Dad just shook his head, saying it won't work. I called him racist while he made excuses about the neighbors being uncomfortable and that we were all better off staying with our own kind. Then he offered the old trope that Blacks are dangerous criminals even though my friend was probably "one of the good ones." Still, they just couldn't take a chance.

I turned to my mom who had always preached love, peace and to judge people by their actions, but she sided with my father. That "cut" deep. I knew my father was racist but not my loving, sensitive mom. I felt betrayed!

 

I fled the house in a rage and didn't talk to them for a long time. I soon realized it wasn't about them, it was about ME; what I could do to counter the racism choking our community. I joined with college students from diverse backgrounds in Civil Right's marches, and campaigns to elect local minority leaders to office, and I tried to learn more about my own biases.

After finishing college with a degree in Business I was immediately drafted into the army and sent to serve at the DMZ between North and South Korea. Sitting for many evenings in fox holes for 12 hours in 20 degree below zero weather I bonded with people who would become my lifelong brothers—a Black man from Chicago, a White pig farmer from Alabama, an Apache man from New Mexico, and a farmworker from Southern California whose parents had brought him illegally across the border when he was 1 year old. We shared our bland C-rations, pretty good "happy smoke", photos, and the stories of our lives. I was "sheltered" no more.
 
After the war, I knew I wanted to challenge what I'd learned in my youth and pursue a career where I could make a difference. I enrolled in a teacher's college that was developing a new "Anti-bias Curriculum" for young children. The curriculum guided us in creating a classroom for young children with materials and activities that honored diversity.

Our coursework also challenged us to be honest about our own prejudices. Until we did that, it was too easy to blame overtly racist people, like my father, for all of society's injustices. It was THIS unflinching look at our blind spots that accelerated my UNLEARNING.

We answered questions to tease our biases out into the open, where we picked them apart and held them up to the light of truth. We shared where we learned these stereotypes, which ones we hung on to and why. Classmates of Asian heritage shared stories about straining to be free of the "model minority" narrative that commands they "fit in" and lumps them all together as the "smart" ones while devaluing the unique aspects of the diverse Asian cultures. Becoming "American" really means accepting a power structure that makes "White" the default.
 
When I got a full-time job as a preschool teacher in a College Child Development Lab School, I looked at the environment through the lens of this Anti-Bias Curriculum. It didn't take long for me to notice all the dolls in the dramatic play area were white and the books, puzzles, magazine, and posters only represented the Ozzie and Harriet families with 2 well-dressed, affluent blond children. Most of our students, however, were children of color, being raised by single moms in poor communities.
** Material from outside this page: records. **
class WeekColumns:
    """Column generation on the week's set-partitioning LP, and dives for plans from it.

    ``pool`` holds (day, client names, km) of real day plans (the improving
    method's); ``day_problem`` builds a day's own problem over given clients.
    """

    def __init__(self, problem, km, minutes, pool, *, day_problem: Callable,
                 ng_sizes: Sequence[int] = (4, 8)):
        self.problem = problem
        self.ng_sizes = tuple(ng_sizes)
        self.ng_size = self.ng_sizes[0]
        self.master = _Master(problem, km)
        n_days = len(problem.days)
        for d, names, cost in pool:
            self.master.add(d, {n: 1 for n in names}, float(cost), True)
        self.days: list[tuple | None] = []
        for d in range(n_days):
            open_here = [c for c in problem.clients if d in c.days_open(n_days)]
            if problem.days[d].max_visits == 0 or not open_here:
                self.days.append(None)
                continue
            sub = day_problem(problem, km, minutes, d, open_here)
            rules = sub.rules
            self.days.append((open_here, sub, PricingDay(
                np.asarray(sub.km, dtype=float), np.asarray(sub.minutes, dtype=float),
                tuple(v.service_min for v in sub.visits), tuple(v.windows for v in sub.visits),
                rules.start_min, rules.end_min, problem.days[d].max_visits)))
        self.real: dict[tuple[int, frozenset], float] = {
            (d, frozenset(names)): float(cost) for d, names, cost in pool}
        self.result = ColumnBound(None, None, False, 0, 0)
        self.settled: tuple[np.ndarray, float] | None = None  # duals and bound at convergence
        self.last_duals: np.ndarray | None = None
        self.started = time.perf_counter()

    # --- the bound -----------------------------------------------------------------------

    def bound(self, deadline: float, *, upper: float | None = None) -> ColumnBound:
        """Rounds until pricing proves no column is missing, the bound reaches ``upper``
        (the week is then proven), or ``deadline``.

        The ng neighbourhoods grow stage by stage (``ng_sizes``): small ones price
        fast and converge to a fair bound, whose columns warm-start the next stage.
        """
        for stage, size in enumerate(self.ng_sizes):
            self.ng_size = size
            self.result.converged = False
            if stage:
                # Routes with a repeated client came from smaller neighbourhoods: most are
                # not ng-routes now, and keeping them would hold the master at the old value.
                # Pricing brings back (unbans) those that still are, whenever they pay.
                for j, (day, counts, _, _) in enumerate(self.master.columns):
                    if day is not None and counts and max(counts.values()) > 1:
                        self.master.ban(j)
            self._rounds(deadline, upper)
            if not self.result.converged or _meets(self.result.bound, upper):
                break
        return self._report()

    def _rounds(self, deadline: float, upper: float | None) -> None:
        result = self.result
        while not past(deadline):
            solved = self.master.solve()
            if solved is None:
                break
            value, duals, x = solved
            self.last_duals = duals
            result.rounds += 1
            result.lp_value = value
            if self._price_all(duals, deadline, bucket=4):
                continue
            result.exact_rounds += 1
            least, added = 0.0, 0
            for d in range(len(self.days)):
                found = self._price_day(d, duals, deadline, bucket=None)
                if found is None:
                    break
                least += found[0]
                added += found[1]
            else:
                bound = float(self.master.rhs @ duals) + least
                bound -= 1e-7 * max(1.0, abs(bound))  # float safety: never claim more than holds
                if result.bound is None or bound > result.bound:
                    result.bound = bound
                if not added:
                    result.converged = True
                    self.settled = (duals, float(self.master.rhs @ duals))
                    # (A hint that no week exists; not a proof: the artificial km are finite.)
                    result.uncovered = bool(np.any(x[: self.master.n_clients] > 1e-6))
                    break
                if _meets(result.bound, upper):
                    break
                continue
            break  # the deadline cut an exact round short

    def _report(self) -> ColumnBound:
        result = self.result
        result.routes = [(d, names, cost) for (d, names), cost in self.real.items()]
        result.seconds = time.perf_counter() - self.started
        return result

    # --- pricing -------------------------------------------------------------------------

    def _price_all(self, duals, deadline, *, bucket, closed=frozenset(), done=frozenset()) -> int:
        added = 0
        for d in range(len(self.days)):
            if d in closed:
                continue
            found = self._price_day(d, duals, deadline, bucket=bucket, done=done)
            if found is not None:
                added += found[1]
        return added

    def _price_day(self, d, duals, deadline, *, bucket, done=frozenset()):
        """Price day ``d``: (min(0, its least reduced cost), columns added). The first
        figure is 0 for heuristic pricing (``bucket``), which proves nothing; None
        when the deadline cut an exact search short."""
        entry = self.days[d]
        if entry is None:
            return min(0.0, -self.master.day_dual(duals, d)), 0
        open_here, sub, pday = entry
        names = [c.name for c in open_here]
        prizes = self.master.prizes(duals, d, names)
        for k, name in enumerate(names):
            if name in done:
                prizes[k] = -1e12  # already fully visited on fixed days
        found = price_routes(pday, prizes, self.master.day_dual(duals, d), ng_size=self.ng_size,
                             bucket=bucket, deadline=deadline)
        added = self._enter(d, entry, found.routes)
        if bucket is None and found.least is None:
            return None
        return (found.least if found.least is not None else 0.0), added

    def _enter(self, d, entry, routes) -> int:
        open_here, sub, pday = entry
        added = 0
        for route in routes:
            if route.reduced_cost >= _NEGATIVE:
                continue
            counts: dict[str, int] = {}
            for k in route.order:
                name = open_here[k - 1].name
                counts[name] = counts.get(name, 0) + 1
            real = route.elementary and (sub.rules.break_rule is None
                                         or best_timing(sub, list(route.order)) is not None)
            added += self.master.add(d, counts, route.km, real)
            if real:
                key = (d, frozenset(counts))
                if key not in self.real or route.km < self.real[key]:
                    self.real[key] = route.km
        return added

    # --- every column that could matter ------------------------------------------------

    def most_promising(self, routes: dict, keep: int, *, always=()) -> dict:
        """The ``keep`` routes {(day, client names): km} of least reduced cost at the last
        duals (all of them before any), plus the keys in ``always``: what set partitioning
        gets when every route known would make its presolve too slow."""
        if len(routes) <= keep or self.last_duals is None:
            return dict(routes)
        duals = self.settled[0] if self.settled is not None else self.last_duals
        scored = []
        for (d, names), km in routes.items():
            entry = self.days[d]
            if entry is None:
                continue
            open_here = [c.name for c in entry[0]]
            prize = dict(zip(open_here, self.master.prizes(duals, d, open_here), strict=True))
            scored.append((km - sum(prize[n] for n in names) - self.master.day_dual(duals, d),
                           (d, names)))
        scored.sort(key=lambda item: item[0])
        chosen = {key: routes[key] for _, key in scored[:keep]}
        for key in always:
            if key in routes:
                chosen[key] = routes[key]
        return chosen

    @property
    def settled_bound(self) -> float | None:
        """The LP bound at the converged duals (None before convergence)."""
        return None if self.settled is None else self.settled[1]

    def columns_within(self, gap: float, deadline: float, *, max_labels: int = 150_000):
        """Every real (day, client names, km) whose reduced cost at the converged duals
        is at most ``gap``: all that a week within ``gap`` of the bound could use
        (:func:`solver.route_pricing.routes_within`). None if not converged, or if
        the routes are too many or time runs out."""
        if self.settled is None:
            return None
        duals, bound = self.settled
        # Float slack on the generous side: a route just past the gap is listed, never missed.
        threshold = max(0.0, gap) + 1e-6 * max(1.0, abs(bound))
        columns = []
        for d, entry in enumerate(self.days):
            if entry is None:
                continue
            open_here, sub, pday = entry
            names = [c.name for c in open_here]
            sets = routes_within(pday, self.master.prizes(duals, d, names),
                                 self.master.day_dual(duals, d), threshold,
                                 max_labels=max_labels, deadline=deadline)
            if sets is None:
                return None
            for length, order in sets.values():
                if sub.rules.break_rule is not None:
                    # Listed without the break: the set's own cost with it, proven.
                    try:
                        length = plan_day(replace(sub, todo=tuple(sorted(order))),
                                          time_limit_s=max(0.5, left(deadline)),
                                          explain=False, tie_break=False).total_km
                    except SolverError:
                        continue  # no break fits (or not settled): never used as a plan
                    if past(deadline):
                        return None
                columns.append((d, frozenset(open_here[k - 1].name for k in order), length))
        return columns

    # --- plans from the columns ----------------------------------------------------------

    def dive(self, deadline: float, *, first_rank: int = 0,
             backtracks: int = 4) -> list[tuple[int, frozenset]] | None:
        """A week from the LP by diving (a classic branch-and-price heuristic): fix the
        real route the LP uses most, price the open days again, repeat until the LP is
        integral. The first fix takes the route of rank ``first_rank`` instead (so that
        several dives go different ways); a fix that leaves some visit uncoverable is
        undone and that route set aside, up to ``backtracks`` times. Returns (day, client
        names) of each route, or None if the dive fails. Every bound changed here is
        restored on the way out."""
        master = self.master
        master.unban_found = False
        banned_before = set(master.banned)
        self._ban_unreal()
        fixed: list[int] = []
        plan = None
        try:
            while not past(deadline):
                solved = master.solve()
                if solved is None:
                    break
                _, duals, x = solved
                closed = {master.columns[j][0] for j in fixed}
                covered: dict[str, int] = {}
                for j in fixed:
                    for name, times in master.columns[j][1].items():
                        covered[name] = covered.get(name, 0) + times
                done = frozenset(c.name for c in self.problem.clients
                                 if covered.get(c.name, 0) >= c.visits)
                if self._price_all(duals, deadline, bucket=4, closed=closed, done=done):
                    self._ban_unreal()
                    continue
                support = np.flatnonzero(x > 1e-6).tolist()
                if any(master.columns[j][0] is None for j in support):
                    # The open days cannot cover every visit with the routes known.
                    if not fixed or backtracks <= 0:
                        break
                    backtracks -= 1
                    master.ban(fixed.pop())  # unfixed, and kept out of this dive
                    continue
                if all(x[j] > 1 - 1e-6 for j in support):
                    plan = [(master.columns[j][0], frozenset(master.columns[j][1]))
                            for j in support]
                    break
                ranked = sorted((j for j in support if j not in fixed), key=lambda j: -x[j])
                pick = ranked[min(first_rank, len(ranked) - 1)] if not fixed else ranked[0]
                master.fix(pick)
                fixed.append(pick)
        finally:
            for j in fixed + sorted(master.banned - banned_before):
                master.unban(j)
            master.unban_found = True
        return plan

    def _ban_unreal(self) -> None:
        """Keep routes that are not real plans (ng-routes, no room for the break) out."""
        for j, (day, _, _, real) in enumerate(self.master.columns):
            if day is not None and not real and j not in self.master.banned:
                self.master.ban(j)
One day, a 6 year old black girl closed a book with an exasperated sigh saying, "Teacher Ed, do we have any books with people that look like me?" Our children didn't see themselves in the pages they turned and the dolls they hugged every day. So, we bought books, puzzles and dolls that represented all the diversity of our world. We compared the varied hues we humans come in and started using real skin tones to paint pictures of ourselves.

Parents gave us family photos and we took pictures of the children and their families at "pick up" time. The children created autobiographical books from these pictures and their drawings. They told us stories about those pictures and we wrote exactly what they said. These autobiographical books were placed in our library and became the rage at "Circle Time" and a big hit with the parents.

I cared for my father the last three years of his life. He passed at the age of 91. Although I never managed to get dad to unshackle himself from his prejudices he did finally admit he was racist: "It's just how I was taught, son."

For me though, I felt compelled to unlearn the hate I was taught. It is possible! My journey continues.